How's Life? had a recurring panel of co-hosts in addition to Dawson. The makeup of the panel varied during the course of the series. Panellists included media personalities, actors, politicians, authors, and journalists, as well as guests with specialist skills such as private investigators and former military.

- Christine Rankin
- Jude Dobson
- Julia Hartley Moore
- Kerre Woodham
- Marcus Lush
- Mark Wright
- Merepeka Raukawa-Tait
- Paul Henry
- Peta Mathias
- Pio Terei
- Robyn Malcolm
- Suzanne Paul
- Tau Henare
- Lani Lopez
- Cindy Gibbons
- Colin Hogg
- John 'Horse' McLeod
- Martin Crump
- Vena Crawley

== Production and broadcast ==
How's Life? was developed by Greenstone TV and recorded in Auckland, and was loosely inspired by Beauty and the Beast, a 1970s New Zealand show hosted by Selwyn Toogood.
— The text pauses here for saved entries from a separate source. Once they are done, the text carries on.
impl Ground {
    /// The ground under the plan point, if the point lies on it.
    pub fn height_at(&self, x: f64, y: f64) -> Option<f64> {
        self.first_under(x, y, |_, z| z)
    }

    /// The triangle of the ground under the plan point, if the point lies on the ground.
    pub fn triangle_at(&self, x: f64, y: f64) -> Option<&[Point3<f64>; 3]> {
        self.first_under(x, y, |triangle, _| triangle)
    }

    /// What `found` makes of the first triangle holding the plan point and the height of
    /// its plane there.
    fn first_under<'a, T>(
        &'a self,
        x: f64,
        y: f64,
        found: impl Fn(&'a [Point3<f64>; 3], f64) -> T,
    ) -> Option<T> {
        let column = ((x - self.min.x) / self.cell).floor();
        let row = ((y - self.min.y) / self.cell).floor();
        let inside = |v: f64, n: usize| v >= -1.0 && v <= n as f64;
        if !inside(column, self.columns) || !inside(row, self.rows) {
            return None;
        }
        let column = (column.max(0.0) as usize).min(self.columns - 1);
        let row = (row.max(0.0) as usize).min(self.rows - 1);
        let p = Vector2::new(x, y);
        for &t in &self.cells[row * self.columns + column] {
            let triangle = &self.triangles[t as usize];
            if let Some(z) = height_in(triangle, p) {
                return Some(found(triangle, z));
            }
        }
        None
    }

    /// Where the plan segment from `a` to `b` crosses the edges of the triangles, as
    /// fractions of the way along it (strictly between 0 and 1, in order): where a line
    /// laid on the ground bends.
    pub fn bends(&self, a: Vector2<f64>, b: Vector2<f64>) -> Vec<f64> {
        let (lo, hi) = (a.inf(&b), a.sup(&b));
        let mut found = Vec::new();
        for t in &self.triangles {
            let xs = t.map(|p| p.x);
            let ys = t.map(|p| p.y);
            if xs.iter().all(|&x| x < lo.x)
                || xs.iter().all(|&x| x > hi.x)
                || ys.iter().all(|&y| y < lo.y)
                || ys.iter().all(|&y| y > hi.y)
            {
                continue;
            }
            for k in 0..3 {
                let (p, q) = (t[k], t[(k + 1) % 3]);
                let (p, q) = (Vector2::new(p.x, p.y), Vector2::new(q.x, q.y));
                let d = b - a;
                let e = q - p;
                let denominator = d.perp(&e);
                if denominator.abs() < 1e-15 {
                    continue;
                }
                let s = (p - a).perp(&e) / denominator;
                let u = (p - a).perp(&d) / denominator;
                if s > 1e-9 && s < 1.0 - 1e-9 && (-1e-12..=1.0 + 1e-12).contains(&u) {
                    found.push(s);
                }
            }
        }
        found.sort_by(f64::total_cmp);
        found.dedup_by(|x, y| (*x - *y).abs() < 1e-9);
        found
    }

    fn index(&mut self) {
        let n = self.triangles.len().max(1);
        let (width, depth) = (self.max.x - self.min.x, self.max.y - self.min.y);
        // About one triangle per cell.
        self.cell = ((width * depth / n as f64).sqrt()).max(width.max(depth) / 1024.0);
        self.columns = ((width / self.cell).ceil() as usize).max(1);
        self.rows = ((depth / self.cell).ceil() as usize).max(1);
        self.cells = vec![Vec::new(); self.columns * self.rows];
        for (t, triangle) in self.triangles.iter().enumerate() {
            let cell_of = |v: f64, lo: f64, n: usize| {
                (((v - lo) / self.cell).floor().max(0.0) as usize).min(n - 1)
            };
            let xs = triangle.map(|p| p.x);
            let ys = triangle.map(|p| p.y);
            let fold =
                |v: [f64; 3], f: fn(f64, f64) -> f64| v[1..].iter().fold(v[0], |a, &b| f(a, b));
            let (c0, c1) = (
                cell_of(fold(xs, f64::min), self.min.x, self.columns),
                cell_of(fold(xs, f64::max), self.min.x, self.columns),
            );
            let (r0, r1) = (
                cell_of(fold(ys, f64::min), self.min.y, self.rows),
                cell_of(fold(ys, f64::max), self.min.y, self.rows),
            );
            for r in r0..=r1 {
                for c in c0..=c1 {
                    self.cells[r * self.columns + c].push(t as u32);
                }
            }
        }
    }
}

/// The height of the triangle's plane over `p` if `p` lies in the triangle (barycentric
/// coordinates, edges included within a whisker).
pub fn height_in(triangle: &[Point3<f64>; 3], p: Vector2<f64>) -> Option<f64> {
    let [a, b, c] = triangle.map(|q| Vector2::new(q.x, q.y));
    let area = (b - a).perp(&(c - a));
    if area == 0.0 {
        return None;
    }
    let wa = (b - p).perp(&(c - p)) / area;
    let wb = (c - p).perp(&(a - p)) / area;
    let wc = 1.0 - wa - wb;
    let slack = -1e-9;
    (wa >= slack && wb >= slack && wc >= slack)
        .then(|| wa * triangle[0].z + wb * triangle[1].z + wc * triangle[2].z)
}
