//! Which stretches of an edge the eye sees: sampled along the edge about a pixel apart, and
//! each change between seen and hidden found by bisection to a small fraction of a pixel.

use super::bvh::Bvh;
use crate::scene::Face;
use crate::sphere::{SphereCurve, ViewFrame};
use nalgebra::{Point3, Vector3};

/// A point is hidden only by a face nearer than its distance shortened by this fraction:
/// the depth bias, relative to distance so that it means the same near and far, and small
/// enough that a wall a few centimetres thick hides what is behind it from a hundred metres.
pub const DEPTH_BIAS: f64 = 2e-4;

/// Stretches of an edge, as parameter ranges of its curve on the sphere, in order; each
/// seen or hidden.
pub type Spans = Vec<(f64, f64, bool)>;

/// Everything that hides, from one eye.
pub struct Occluders<'a> {
    pub faces: &'a [Face],
    pub bvh: &'a Bvh,
    pub view: &'a ViewFrame,
    pub eye: Point3<f64>,
}

/// How far from the eye the edge is at each parameter of its curve on the sphere.
#[derive(Clone, Copy, Debug)]
pub enum Depth {
    /// An ellipse: the curve's points are the edge's points relative to the eye.
    Curve,
    /// A segment from `a` to `b` (relative to the eye, view frame): its great arc holds only
    /// directions, and the point along direction d is at |a x b| / |d x (b - a)| (the ray
    /// meets the segment's line within their common plane).
    Segment { a: Vector3<f64>, b: Vector3<f64> },
}

impl Depth {
    fn at(&self, curve: &SphereCurve, t: f64, direction: &Vector3<f64>) -> f64 {
        match self {
            Depth::Curve => curve.position(t).norm(),
            Depth::Segment { a, b } => {
                a.cross(b).norm() / direction.cross(&(b - a)).norm().max(f64::MIN_POSITIVE)
            }
        }
    }
}

impl Occluders<'_> {
    /// Whether the point of the edge at `t` is seen.
    fn sees(&self, curve: &SphereCurve, depth: &Depth, t: f64) -> bool {
        let Some(direction) = curve.position(t).try_normalize(0.0) else {
            return true;
        };
        let distance = depth.at(curve, t, &direction);
        let limit = distance * (1.0 - DEPTH_BIAS);
        let towards = self.view.direction_to_site(&direction);
        !self
            .bvh
            .any_hit(self.faces, &self.eye, &towards, limit, |face, hit| {
                // A facet of a curved surface may stand up to its slack in front of the true
                // surface that edges are drawn on, more so for rays that graze it.
                if face.slack == 0.0 {
                    return true;
                }
                let [p, q, r] = face.corners;
                let normal = (q - p).cross(&(r - p));
                let cosine = (normal.dot(&towards) / normal.norm()).abs().max(0.05);
                hit < limit - face.slack as f64 / cosine
            })
    }

    /// The stretches of the edge seen and hidden. `step` is the angle (radians) between
    /// samples; changes between samples are located to within `precision` radians.
    pub fn spans(&self, curve: &SphereCurve, depth: &Depth, step: f64, precision: f64) -> Spans {
        let mut spans: Spans = Vec::new();
        let mut t = curve.t0;
        let mut seen = self.sees(curve, depth, t);
        let mut start = t;
        while t < curve.t1 {
            let next = (t + parameter_step(curve, t, step)).min(curve.t1);
            let next_seen = self.sees(curve, depth, next);
            if next_seen != seen {
                let change = self.bisect(curve, depth, t, next, seen, precision);
                spans.push((start, change, seen));
                start = change;
                seen = next_seen;
            }
            t = next;
        }
        spans.push((start, curve.t1, seen));
        spans
    }

    /// The parameter between `a` (seen as `seen_at_a`) and `b` (the other) where the edge
    /// goes in or out of sight.
    fn bisect(
        &self,
        curve: &SphereCurve,
        depth: &Depth,
        mut a: f64,
        mut b: f64,
        seen_at_a: bool,
        precision: f64,
    ) -> f64 {
        for _ in 0..60 {
            if angular_speed(curve, a) * (b - a) <= precision {
                break;
            }
            let middle = 0.5 * (a + b);
            if self.sees(curve, depth, middle) == seen_at_a {
                a = middle;
            } else {
                b = middle;
            }
        }
        0.5 * (a + b)
    }
}

/// How fast the direction P(t) / |P(t)| turns, radians per unit of t: the part of P'
/// across the line of sight over |P|. A great arc turns at 1.
fn angular_speed(curve: &SphereCurve, t: f64) -> f64 {
    if curve.is_great_circle() {
        return 1.0;
    }
    let p = curve.position(t);
    let length = p.norm().max(f64::MIN_POSITIVE);
    let along = p / length;
    let velocity = curve.velocity(t);
    (velocity - along * velocity.dot(&along)).norm() / length
}

/// The parameter step that turns the direction by about `angle`, at most a tenth of a
/// radian of parameter (so no feature of an ellipse is stepped over).
fn parameter_step(curve: &SphereCurve, t: f64, angle: f64) -> f64 {
    (angle / angular_speed(curve, t).max(1e-12)).clamp(1e-9, 0.1)
}
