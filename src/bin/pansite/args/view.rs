//! Where the viewer stands and looks: the options every command that draws a view shares.

use super::values::{parse_finite, parse_latlon, parse_non_negative, parse_pair};
use clap::Args;

/// The options that choose or change the standpoint, whichever command they come with.
#[derive(Clone, Debug, Default, Args)]
pub struct ViewArgs {
    /// Which of the scene's standpoints to use [default: the scene's default].
    #[arg(short, long, value_name = "NAME")]
    pub standpoint: Option<String>,

    /// Stand at this plan position instead, metres east and north.
    #[arg(long, value_name = "X,Y", value_parser = parse_pair, allow_hyphen_values = true)]
    pub at: Option<(f64, f64)>,

    /// Stand at this WGS84 latitude and longitude instead (the scene needs a `location`;
    /// a data file given directly is placed around it).
    #[arg(long, value_name = "LAT,LON", value_parser = parse_latlon, allow_hyphen_values = true, conflicts_with = "at")]
    pub at_latlon: Option<(f64, f64)>,

    /// Eye height above the ground, metres [default: the standpoint's, or 1.6].
    #[arg(long, value_name = "METRES", value_parser = parse_non_negative)]
    pub eye_height: Option<f64>,

    /// Azimuth at the centre of the view, degrees clockwise from north.
    #[arg(long, value_name = "DEG", value_parser = parse_finite, allow_hyphen_values = true)]
    pub heading: Option<f64>,

    /// Tilt of the view, degrees; positive looks up.
    #[arg(long, value_name = "DEG", value_parser = parse_finite, allow_hyphen_values = true)]
    pub pitch: Option<f64>,

    /// Roll of the view, degrees; positive turns up towards the right.
    #[arg(long, value_name = "DEG", value_parser = parse_finite, allow_hyphen_values = true)]
    pub roll: Option<f64>,
}
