//! The options of `explore`.

use super::render::ModelArgs;
use clap::Args;
use std::net::IpAddr;
use std::path::PathBuf;

#[derive(Debug, Args)]
pub struct ExploreArgs {
    /// The scene (RON), an .obj model, or an open-data file (.geojson, .city.json, .jsonl)
    /// to explore; `-` reads a scene from standard input (standpoints cannot then be kept).
    pub scene: PathBuf,

    /// The port to listen on; 0 takes any free one.
    #[arg(long, default_value_t = 0)]
    pub port: u16,

    /// Listen on this address instead of 127.0.0.1. Other computers that can reach it can
    /// then use the page: only for a network you trust.
    #[arg(long, value_name = "ADDRESS")]
    pub listen: Option<IpAddr>,

    /// The folder "print" writes into [default: the scene's folder].
    #[arg(long, value_name = "FOLDER")]
    pub output_dir: Option<PathBuf>,

    /// Open the page in the default browser.
    #[arg(long)]
    pub open: bool,

    #[command(flatten)]
    pub model: ModelArgs,
}
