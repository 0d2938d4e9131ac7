//! A bounding-volume hierarchy over the site's faces, for one question asked millions of
//! times: does anything stand between the eye and this point?
//!
//! Built top-down by splitting each node's faces along the longest side of their centres'
//! box where the surface-area heuristic says a ray will meet the fewest faces (searched over
//! a few bins, one pass a level), down to leaves of a few faces. A sight line along a street
//! then passes the boxes of big ground and wall faces once instead of in every small box
//! they straddle: on the demo square about half the box tests of a median split. Models of
//! more than `SAH_FACES` faces are split at the middle of that side (or the median), which
//! builds three times faster. Boxes are stored in f32, rounded outwards, to keep a node to
//! 32 bytes; the triangle tests are in f64 against the site's own faces.

use crate::scene::{Face, Faces};
use nalgebra::{Point3, Vector3};

/// Faces in a leaf: more saves nodes, fewer saves triangle tests.
const LEAF_FACES: usize = 4;

#[derive(Clone, Copy, Debug, PartialEq)]
struct Node {
    lo: [f32; 3],
    hi: [f32; 3],
    /// A leaf: the first of its faces in `order`. An inner node: its second child (the
    /// first follows it directly).
    index: u32,
    /// Faces in a leaf; 0 for an inner node.
    count: u32,
}

/// What [`Bvh::front_to_back`] hands out: a node's box (site coordinates, rounded outwards)
/// or a face of a leaf.
#[derive(Clone, Copy, Debug)]
pub enum Visit {
    /// A box holding every face under a node.
    Box {
        /// Its lowest corner.
        lo: Point3<f64>,
        /// Its highest corner.
        hi: Point3<f64>,
    },
    /// A face (its index).
    Face(u32),
}

/// The hierarchy: nodes in depth-first order and the faces' indices in leaf order.
pub struct Bvh {
    nodes: Vec<Node>,
    order: Vec<u32>,
}

/// A box of f32 that holds every point it was given in f64: widened by a few f32 steps
/// before rounding, more than rounding can take back.
fn outward(lo: Vector3<f64>, hi: Vector3<f64>) -> ([f32; 3], [f32; 3]) {
    let widen = |x: f64| 4.0 * f32::EPSILON as f64 * x.abs() + f32::MIN_POSITIVE as f64;
    let down = |x: f64| (x - widen(x)) as f32;
    let up = |x: f64| (x + widen(x)) as f32;
    (
        [down(lo.x), down(lo.y), down(lo.z)],
        [up(hi.x), up(hi.y), up(hi.z)],
    )
}

/// A box of f32: lowest and highest corners.
type Bounds = ([f32; 3], [f32; 3]);

const EMPTY: Bounds = ([f32::INFINITY; 3], [f32::NEG_INFINITY; 3]);

fn union((lo, hi): Bounds, (other_lo, other_hi): Bounds) -> Bounds {
    (
        [0, 1, 2].map(|k| lo[k].min(other_lo[k])),
        [0, 1, 2].map(|k| hi[k].max(other_hi[k])),
    )
}

/// Faces below which a subtree is built on one core: a thread costs more than it saves.
const FACES_FOR_THREADS: usize = 50_000;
It was produced by Wendyl Nissen and Jo Raj, and was directed by Wayne Leonard, Julia Leonard, and Norman Sievewright at different times throughout the series. Julia Parnell also worked as production coordinator.

The show was broadcast each weekday on TVNZ 1 during the 5:30pm timeslot. Panellist Raukawa-Tait wrote in 2014 that the production team would record 3 to 4 episodes in half a day to meet the schedule.